Go to my cardomain site (link is in my signature)....my FIRST picture is a GA16DE with a short ram intake made by Injen. The TWO wires you are talking about are the MAF plug and the air intake sensor. The air intake sensor will monitor the Air flow into the engine. The other is plugged into the MAF......VERY IMPORTANT. If you start the engine without it plugged in, it'll throw an error code.


----------



## Gimp (Jun 9, 2002)

ps - are you from overseas or the states?


----------



## MaK786 (Jul 15, 2004)

from the states, cali to be exact, i know i dont have a turbo, but thanx ne ways for the info, if i am getting an ebay special, what do i do, do i get the maf adapter, to plug the maf thing in, then wut do i do with the other wire?


----------



## jeffinbham (Nov 1, 2003)

in my se-r there was also an air temp sensor on the box, but i just let that shit hang in the engine bay, cause i don't think it does anything, or so i've been told by a reliable source.


----------



## Gimp (Jun 9, 2002)

MaK786 said:


> from the states, cali to be exact, i know i dont have a turbo, but thanx ne ways for the info, if i am getting an ebay special, what do i do, do i get the maf adapter, to plug the maf thing in, then wut do i do with the other wire?
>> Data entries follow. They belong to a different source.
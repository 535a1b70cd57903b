"""Installation events of a unit, and the flags raised on units (recomputed, acknowledged)."""

from __future__ import annotations

import enum
from datetime import datetime
from typing import TYPE_CHECKING, Any

from sqlalchemy import JSON, Boolean, Enum, ForeignKey, String, Text
from sqlalchemy.orm import Mapped, mapped_column, relationship

from server.db import Base, UTCDateTime, utcnow

if TYPE_CHECKING:
    from server.fleet.models import Unit


class EventKind(enum.StrEnum):
    installed = "installed"
    removed = "removed"


class FlagKind(enum.StrEnum):
    drift = "drift"
    out_of_tolerance_in_service = "out_of_tolerance_in_service"
    fleet_outlier = "fleet_outlier"
    failed_acceptance = "failed_acceptance"
    overdue = "overdue"
    reference_suspect = "reference_suspect"


class Severity(enum.StrEnum):
    warning = "warning"
    action = "action"


class InstallationEvent(Base):
    """A unit put into (``installed``, at ``location``) or taken out of an instrument."""

    __tablename__ = "installation_event"

    id: Mapped[int] = mapped_column(primary_key=True)
    unit_id: Mapped[int] = mapped_column(ForeignKey("unit.id"), index=True)
    kind: Mapped[EventKind] = mapped_column(
        Enum(EventKind, native_enum=False, length=16, validate_strings=True)
    )
    location: Mapped[str | None] = mapped_column(String(128))
    at: Mapped[datetime] = mapped_column(UTCDateTime)
    recorded_by: Mapped[str | None] = mapped_column(String(64))
    note: Mapped[str | None] = mapped_column(Text)
    created_at: Mapped[datetime] = mapped_column(UTCDateTime, default=utcnow)

    unit: Mapped[Unit] = relationship()


class Flag(Base):
    """A condition found on a unit. ``key`` names the condition (kind + what it is about), so a
    recomputation that finds it again keeps this row and its acknowledgement; ``open`` is whether
    the condition still holds, separate from whether someone acknowledged it."""

    __tablename__ = "flag"

    id: Mapped[int] = mapped_column(primary_key=True)
    unit_id: Mapped[int] = mapped_column(ForeignKey("unit.id"), index=True)
    kind: Mapped[FlagKind] = mapped_column(
        Enum(FlagKind, native_enum=False, length=32, validate_strings=True), index=True
    )
    severity: Mapped[Severity] = mapped_column(
        Enum(Severity, native_enum=False, length=16, validate_strings=True)
    )
    key: Mapped[str] = mapped_column(String(128), unique=True)
    message: Mapped[str] = mapped_column(Text)
    evidence: Mapped[dict[str, Any]] = mapped_column(JSON)
    raised_at: Mapped[datetime] = mapped_column(UTCDateTime, default=utcnow)
    open: Mapped[bool] = mapped_column(Boolean, default=True, index=True)
    closed_at: Mapped[datetime | None] = mapped_column(UTCDateTime)
    acknowledged_by: Mapped[str | None] = mapped_column(String(64))
    acknowledged_at: Mapped[datetime | None] = mapped_column(UTCDateTime)
    acknowledged_note: Mapped[str | None] = mapped_column(Text)

    unit: Mapped[Unit] = relationship()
You shouldn't have to get a MAF, you already have one. It should hook up to BOTH sides of the MAF.


----------



## JMS200sx (May 30, 2004)

I got an ebay special. I had to saw off part of the piping to make it fit inside my bay. I also had to drill through the screws should go in my MAF because it didn't fit on right. I had to go buy a hose adapter and cut off some new hose to make the hoses fit. It was basically a pain in the ass, but I got it done. If you get an ebay special, you basically have to do it from scratch, they just give you the K & N filter.


----------



## NissanOwner95 (Jul 15, 2004)

*..*

yep.. I bought a Ebay-Special lol.. well it was Bomz racing which is kinda like that.. the MAF plate they give u u have to drill your own holes for the screws, and then they only give u 4 clamps when u need 5.. and u have to cut and buy a couple new tubes. and its a really tight squeeze just to fit it in.


----------



## Captain Obvious (Jan 2, 2004)

the 2 wires yourtalking about I think is the temp sensor

there should be a sensor at the end of those 2 wires and that used to go in the back of the stock airbox well there is no place in an aftermarket intake to put that 

you have to find a good spot to put that mine is ziptied to the fenderwell 

or mabye ziptie it to the filter so as to have an accurate reading 

thats if thats what you are talking about


----------



## ebricenojr (Jan 28, 2004)

*Air Intake Question*

I guess I'm having that same problem with mine. I have that sensor just dangling there. Can I cut a hole in the air filter and stick it in there????? Or should I just let it hang?


----------



## Uni (May 25, 2004)

ebricenojr said:


> I guess I'm having that same problem with mine. I have that sensor just dangling there. Can I cut a hole in the air filter and stick it in there????? Or should I just let it hang?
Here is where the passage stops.